オリーブオイルとイタリア人

イタリア人の食生活に欠かすことができないオリーヴオイルは、紀元前4~5世紀ごろに南イタリアでギリシャ人によってオリーヴの樹が栽培されたのが はじまりだと言われています。その後ローマ帝国時代に入って、栽培方法が改良されて品質が向上し、中部イタリアから北イタリアにも広がったために、食品と してのオリーヴだけでなくオリーヴオイルの使用も普及したと考えられています。また、中世にはワインの品質向上に貢献した修道院が、オリーヴの栽培を行 なってその質と量の向上に努めたと言われています。

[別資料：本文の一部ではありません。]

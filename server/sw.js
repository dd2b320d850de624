// The worker that opens the field client without a line. The server writes BUILD before this text: {cache, shell, root,
// files:[[name, bytes]…], words:{language:[name, bytes]}, packs:{language:[name, SHA-256 in hex]}, alone:[[name, SHA-256]…]}.
// Files and words of one language come as one pack, behind one another; what the page fetches before it, and what draws and
// reads codes, comes by itself. It answers navigations to the field client and to labels, and the files it laid in; everything else, and whatever is no GET, goes past
// it as if it were not there.

const OWN = "tripwell-field-"; // every cache of ours is named so; no other is touched
const KEPT_CACHES = 2; // ours and the one before: a page that is still open with a form in it may want a file of that one

/** The first language of the phone's wishes that there is. */
function language() {
  const wishes = [...(self.navigator.languages ?? []), "en"].map((wish) => wish.slice(0, 2).toLowerCase());
  return wishes.find((lang) => BUILD.words[lang]);
}

/** The last, which reads codes, only where the browser does not itself. */
async function aloneFiles() {
  const reads = (await self.BarcodeDetector?.getSupportedFormats().catch(() => []))?.includes("qr_code");
  return reads ? BUILD.alone.slice(0, -1) : BUILD.alone;
}

/** Lays the whole build in or nothing: a worker with half of it would break the client where there is no line to mend it. */
async function layIn() {
  const lang = language(), inPack = [...BUILD.files, BUILD.words[lang]], alone = await aloneFiles();
  if (await whole([...inPack, ...alone])) return;
  const cache = await caches.open(BUILD.cache);
  try {
    await Promise.all([layShell(cache), layPack(cache, BUILD.packs[lang], inPack), ...alone.map(async (file) => lay(cache, file[0], await fetched(file)))]);
  } catch (e) {
    await caches.delete(BUILD.cache);
    throw e;
  }
}

/** Whether every file of this build is here already: the same worker installed once more. */
async function whole(files) {
  if (!(await caches.has(BUILD.cache))) return false;
  const here = new Set((await (await caches.open(BUILD.cache)).keys()).map((request) => new URL(request.url).pathname));
  return here.has(BUILD.shell) && files.every(([name]) => here.has(BUILD.root + name));
}

/** The page must be the one that asks for this build's files; the server may have been replaced a moment ago. */
async function layShell(cache) {
  const answer = await fetch(BUILD.shell, { cache: "no-store", redirect: "error" });
  if (!answer.ok || !(await answer.clone().text()).includes(`${BUILD.root}boot.mjs`)) throw new Error(`${BUILD.shell} is of another build`);
  await cache.put(BUILD.shell, answer);
}

/** Every file is the very file the server was built with; a page put in between by somebody's network is not. */
async function fetched([name, sha256]) {
  const answer = await fetch(BUILD.root + name, { redirect: "error" });
  const bytes = answer.ok ? await answer.arrayBuffer() : null;
  if (!bytes || hex(await crypto.subtle.digest("SHA-256", bytes)) !== sha256) throw new Error(`${name} did not come whole`);
  return bytes;
}

const KINDS = { mjs: "text/javascript; charset=utf-8", css: "text/css; charset=utf-8", json: "application/json", svg: "image/svg+xml" };

const lay = (cache, name, bytes) => cache.put(BUILD.root + name, new Response(bytes, { headers: { "Content-Type": KINDS[name.split(".").pop()], "X-Content-Type-Options": "nosniff" } }));

async function layPack(cache, pack, files) {
  const bytes = await fetched(pack);
  let from = 0;
  await Promise.all(files.map(([name, size]) => lay(cache, name, bytes.slice(from, (from += size)))));
}

const hex = (bytes) => [...new Uint8Array(bytes)].map((b) => b.toString(16).padStart(2, "0")).join("");

async function clearOld() {
  const own = (await caches.keys()).filter((name) => name.startsWith(OWN) && name !== BUILD.cache); // in the order they were made
  await Promise.all(own.slice(0, Math.max(0, own.length - (KEPT_CACHES - 1))).map((name) => caches.delete(name)));
}

const isFile = new RegExp(`^/assets/[0-9a-f]{16}/`);
const fileNames = new Set([...BUILD.files, ...Object.values(BUILD.words), ...BUILD.alone].map(([name]) => name));

/** What of ours a request asks for: "shell", "file" or null. */
function oursOf(request) {
  const url = new URL(request.url);
  if (request.method !== "GET" || url.origin !== self.location.origin) return null;
  if (request.mode === "navigate") return /^\/(field(\/|$)|t\/)/i.test(url.pathname) && !url.searchParams.has("past") ? "shell" : null;
  return isFile.test(url.pathname) && fileNames.has(url.pathname.replace(isFile, "")) ? "file" : null;
}

async function answer(request, what) {
  const options = { ignoreVary: true };
  const kept = what === "shell" ? await (await caches.open(BUILD.cache)).match(BUILD.shell, options) : await ownMatch(request, options);
  return kept ?? fetch(request);
}

async function ownMatch(request, options) {
  for (const name of (await caches.keys()).filter((n) => n.startsWith(OWN)).reverse()) {
    const kept = await (await caches.open(name)).match(request, options);
    if (kept) return kept;
  }
  return undefined;
}

/** The exchange goes past the worker altogether where a browser can be told so: a worker with a request under way holds up the next. */
const pastUs = (e) => e.addRoutes?.({ condition: { urlPattern: "/exchange/*" }, source: "network" }).catch(() => {});

self.addEventListener("install", (e) => e.waitUntil(Promise.all([layIn(), pastUs(e)])));
self.addEventListener("activate", (e) => e.waitUntil(clearOld().then(() => self.clients.claim())));
self.addEventListener("fetch", (e) => {
  const what = oursOf(e.request);
  if (what) e.respondWith(answer(e.request, what));
});
self.addEventListener("message", (e) => { if (e.data === "take over") e.waitUntil(self.skipWaiting()); });
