package server

import (
	"bufio"
	"io"
	"net"
	"net/http"
	"strings"
	"testing"
	"time"
)

// Whoever sends slowly to hold connections (headers byte by byte, a body that stops, a handshake never finished) is cut off;
// the limits of the public face are set, and these are the same ones, shortened.
func TestServe_SlowSendersAreCutOff(t *testing.T) {
	r := newRig(t, 0)
	a, err := OpenAuthority(r.store, nil, time.Now)
	must(t, err)
	for name, try := range map[string]struct {
		secure bool
		sends  string
	}{
		"half a header":      {false, "GET /in HTTP/1.1\r\nHost: x\r\nX-"},
		"half a body":        {false, "POST /in HTTP/1.1\r\nHost: x\r\nContent-Length: 100\r\n\r\nlink="},
		"half a handshake":   {true, "\x16\x03\x01"},
		"silence afterwards": {false, "GET /in HTTP/1.1\r\nHost: x\r\n\r\n"},
	} {
		t.Run(name, func(t *testing.T) {
			o := Options{}
			if try.secure {
				o.Certificates = a
			}
			srv, err := New(r.store, o)
			must(t, err)
			l, err := net.Listen("tcp", "127.0.0.1:0")
			must(t, err)
			for front := range srv.faces(l, nil) {
				for _, limit := range []*time.Duration{&front.ReadHeaderTimeout, &front.ReadTimeout, &front.IdleTimeout} {
					if *limit <= 0 || *limit > 5*time.Minute {
						t.Errorf("a limit of the public face is %v", *limit)
					}
					*limit = 200 * time.Millisecond
				}
				if front.WriteTimeout <= 0 {
					t.Error("a reader that stops is never cut off")
				}
				defer front.Close()
				go func() {
					if try.secure {
						_ = front.ServeTLS(l, "", "")
						return
					}
					_ = front.Serve(l)
				}()
			}
			c, err := net.Dial("tcp", l.Addr().String())
			must(t, err)
			defer c.Close()
			_, err = io.WriteString(c, try.sends)
			must(t, err)
			must(t, c.SetReadDeadline(time.Now().Add(30*time.Second)))
			if _, err := io.Copy(io.Discard, c); err != nil && strings.Contains(err.Error(), "timeout") {
				t.Error("the server holds the connection for 30 s")
			}
		})
	}
}

func TestServe_HeadersAreLimited(t *testing.T) {
	r := newRig(t, 0)
	c, err := net.Dial("tcp", strings.TrimPrefix(r.url, "http://"))
	must(t, err)
	defer c.Close()
	go func() { // the server may answer and close before all of it is sent
		_, _ = io.WriteString(c, "GET /in HTTP/1.1\r\nHost: x\r\nX-Long: "+strings.Repeat("a", 4*maxHeaderBytes)+"\r\n\r\n")
	}()
	res, err := http.ReadResponse(bufio.NewReader(c), nil)
	must(t, err)
	defer res.Body.Close()
	if res.StatusCode != http.StatusRequestHeaderFieldsTooLarge {
		t.Errorf("got %d, want 431", res.StatusCode)
	}
}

現在、イタリアには500を超えるオリーブ品種があるといわれており、その品種の組み合わせ、収穫時の熟成度の違い、収穫技術や保存方法などによって様々な個性を持つオリーヴオイルが生まれています。日本の家庭でも随分使われるようになってきたオリーヴオイルですが、日本で販売されている半分以上はイタリア製品です。

イタリアの家庭では、サラダやパスタにかけたり、調理に使ったり、ほとんどの料理にオリーヴオイルが使われています。地方によって、また品種によって様々な味わいを持つオリーヴオイルは、是非用途によって使い分けをしてみてほしいものです。濃厚でピリッとした味わいのあるトスカーナ産をグリル料理に、やさしいリーグリア産を魚介類の味付けに、など色々試してみてください。

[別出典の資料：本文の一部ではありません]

package server

import (
	"net/http"
	"strings"
	"testing"

	"tripwell/store"
)

func (r *rig) rounds() (out []store.Round) {
	r.t.Helper()
	must(r.t, r.store.View(store.Scope{All: true, Role: "owner"}, func(v *store.View) (err error) {
		out, err = v.Rounds("")
		return err
	}))
	return out
}

func TestRound_MadeFromAVisitWalkedAndAccepted(t *testing.T) {
	r := newRig(t, 5)
	manager, crew := r.signIn(r.manager), r.signIn(r.crew)
	visit := "/rounds/new?site=KILN-LANE&until=2099-12-31"
	form := setAll(r.openForm(manager, visit), "site", r.site, "who.0", r.crew.ID, "note", "Keys at the desk", "starts", "a quarter past")
	if res := r.submit(manager, "/rounds"+strings.TrimPrefix(visit, "/rounds/new"), form.Encode()); res.status != http.StatusUnprocessableEntity || !strings.Contains(res.body, "a quarter past") || !strings.Contains(res.body, "Keys at the desk") {
		t.Fatalf("a time that is none: got %d, want the page back with what was typed", res.status)
	}
	form.Set("starts", "06:30")
	first := r.wantTo(manager, "/rounds", form)
	if again := r.wantTo(manager, "/rounds", form); again != first || len(r.rounds()) != 1 {
		t.Fatalf("sent twice: %d rounds, at %s and %s", len(r.rounds()), first, again)
	}
	round := r.rounds()[0]
	if len(round.Stops) != 5 || round.People[0] != r.crew.ID || round.Note != "Keys at the desk" || round.Starts != "06:30" {
		t.Fatalf("got %+v", round)
	}
	if page := r.open(manager, visit).body; !strings.Contains(page, "more are on open rounds already") {
		t.Error("what an open round has is offered a second time")
	}
	at := "/rounds/" + round.ID
	if page := r.open(crew, at).body; !strings.Contains(page, `http-equiv="refresh"`) || strings.Contains(page, "Accept this round") {
		t.Error("a round that is open must read itself again, and crew accept nothing")
	}
	if res := r.submit(crew, at+"/accept", "record="+newID()); res.status != http.StatusForbidden {
		t.Errorf("crew accepts: got %d, want 403", res.status)
	}
	if res := r.submit(manager, at+"/accept", "record="+newID()+"&accept_note=All+good"); res.status != http.StatusConflict || !strings.Contains(res.body, "Nobody has ended") {
		t.Errorf("not ended: got %d, want 409", res.status)
	}
	edit := setAll(r.openForm(manager, at+"/edit"), "note", "Keys at the gate")
	r.wantTo(manager, at+"/edit", edit)
	r.append(store.Draft{Kind: "round.closed", Log: r.site, Subject: round.ID, By: r.crew.ID, Body: set{"day": "2026-12-01", "done": 0, "left": 5, "passed": []any{set{"device": round.Stops[0].Device, "task": round.Stops[0].Task, "reason": "no-time"}}}})
	if page := r.open(manager, "/rounds").body; !strings.Contains(page, "1 round waits to be accepted.") {
		t.Error("the list does not say that a round waits")
	}
	page := r.open(manager, at).body
	if !strings.Contains(page, "no time left") || !strings.Contains(page, "Keys at the gate") {
		t.Errorf("the page of an ended round says: %s", page)
	}
	r.wantTo(manager, at+"/accept", setAll(r.openForm(manager, at), "accept_note", "The rest next week"))
	if page := r.open(crew, at).body; !strings.Contains(page, "The rest next week") || strings.Contains(page, `http-equiv="refresh"`) {
		t.Errorf("accepted: %s", page)
	}
}

// A place that may be tested only at some hours: a round that reaches it at others is made only when somebody says so.
func TestRound_WarnsOfTheHoursOfItsPlaces(t *testing.T) {
	r := newRig(t, 3)
	manager, place := r.signIn(r.manager), r.devicesOf(r.site)[1].Place
	r.append(store.Draft{Kind: "place.set", Log: r.site, Subject: place.ID, By: r.manager.ID, Body: set{"set": set{"test_from": "05:30", "test_until": "07:00"}}})
	visit := "/rounds/new?site=KILN-LANE&task=button&until=2099-12-31"
	form := setAll(r.openForm(manager, visit), "site", r.site, "who.0", r.crew.ID, "note", "Keys at the desk", "starts", "09:00")
	made := "/rounds" + strings.TrimPrefix(visit, "/rounds/new")
	res := r.submit(manager, made, form.Encode())
	for _, want := range []string{place.Name + " is reached at about 09:02 and may be tested only between 05:30 and 07:00.", "A start at 06:55 suits every place.", "Keys at the desk", `name="outside"`, `value="` + r.crew.ID + `" selected`} {
		if !strings.Contains(res.body, want) {
			t.Errorf("the page lacks %q", want)
		}
	}
	if res.status != http.StatusUnprocessableEntity || len(r.rounds()) != 0 {
		t.Fatalf("got %d and %d rounds, want the page back and none", res.status, len(r.rounds()))
	}
	form.Set("outside", "yes")
	at := r.wantTo(manager, made, form)
	if page := r.open(manager, at).body; !strings.Contains(page, "is reached at about 09:02") {
		t.Error("the page of the round does not warn")
	}
	edit := setAll(r.openForm(manager, at+"/edit"), "starts", "08:30")
	if res := r.submit(manager, at+"/edit", edit.Encode()); res.status != http.StatusUnprocessableEntity {
		t.Errorf("moved to another hour outside: got %d, want the page back", res.status)
	}
	edit.Set("starts", "06:30")
	r.wantTo(manager, at+"/edit", edit)
	if page := r.open(manager, at).body; strings.Contains(page, "is reached at about") {
		t.Error("the page warns of an hour that suits")
	}
}

func TestRound_OnlyDevicesOfItsSite(t *testing.T) {
	r := newRig(t, 1)
	manager := r.signIn(r.manager)
	form := setAll(r.openForm(manager, "/rounds/new?site=KILN-LANE&until=2099-12-31"), "site", r.site)
	for _, stops := range []string{newID() + "/button", r.devices[0] + "/dancing", "something"} {
		form.Set("stops.0", stops)
		if res := r.submit(manager, "/rounds", form.Encode()); res.status == http.StatusSeeOther {
			t.Errorf("%s was taken", stops)
		}
	}
}

// The tester tried on a known outlet at both ends of a walk stands with the tester, for whoever looks at it and has the site.
func TestInstrument_ProofsOfRoundsStandOnItsPage(t *testing.T) {
	r := newRig(t, 1)
	tester, walk := newID(), newID()
	r.append(store.Draft{Kind: "instrument.set", Log: "org", Subject: tester, Body: set{"set": set{"name": "Tester 4"}}},
		store.Draft{Kind: "instrument.proved", Log: "org", Subject: tester, Body: set{"on": "2026-11-30", "works": true, "where": "Workshop bench"}},
		store.Draft{Kind: "round.closed", Log: r.site, Subject: walk, By: r.crew.ID, Body: set{"day": "2026-12-01", "done": 1, "instrument": tester,
			"proved": set{"first": set{"at": "2026-12-01T13:00:00Z", "works": true}, "last": set{"at": "2026-12-01T16:00:00Z", "works": false}}}})
	page := r.open(r.signIn(r.manager), "/instruments/"+tester+"/past").body
	for _, want := range []string{"Workshop bench", "/rounds/" + walk, "before the first test of a round", "after the last test of a round", "Crew 1"} {
		if !strings.Contains(page, want) {
			t.Errorf("the instrument's page does not say %q", want)
		}
	}
	auditor := r.person("Auditor 2", "auditor", newID())
	if page := r.open(r.signIn(auditor), "/instruments/"+tester+"/past").body; strings.Contains(page, walk) {
		t.Error("a proof made at a site is shown to somebody who has not the site")
	}
}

また、オイルは時間がたつと酸化し、風味が飛ぶものです。家庭で保存する際は光を避けられる涼しい場所を選びましょう。冷蔵庫に入れるのは低温すぎて香りがとびやすいのでお勧めできません。


イタリアのオリーヴオイルと産地

イタリアは、スペインに次ぐ116万ヘクタールでオリーヴを栽培し、年間57万トンものオリーヴオイルを生産しています。世界で一番オリーヴオイルが生産、消費されているのはヨーロッパですが、イタリアの生産量に至っては約4割をイタリアで消費しています。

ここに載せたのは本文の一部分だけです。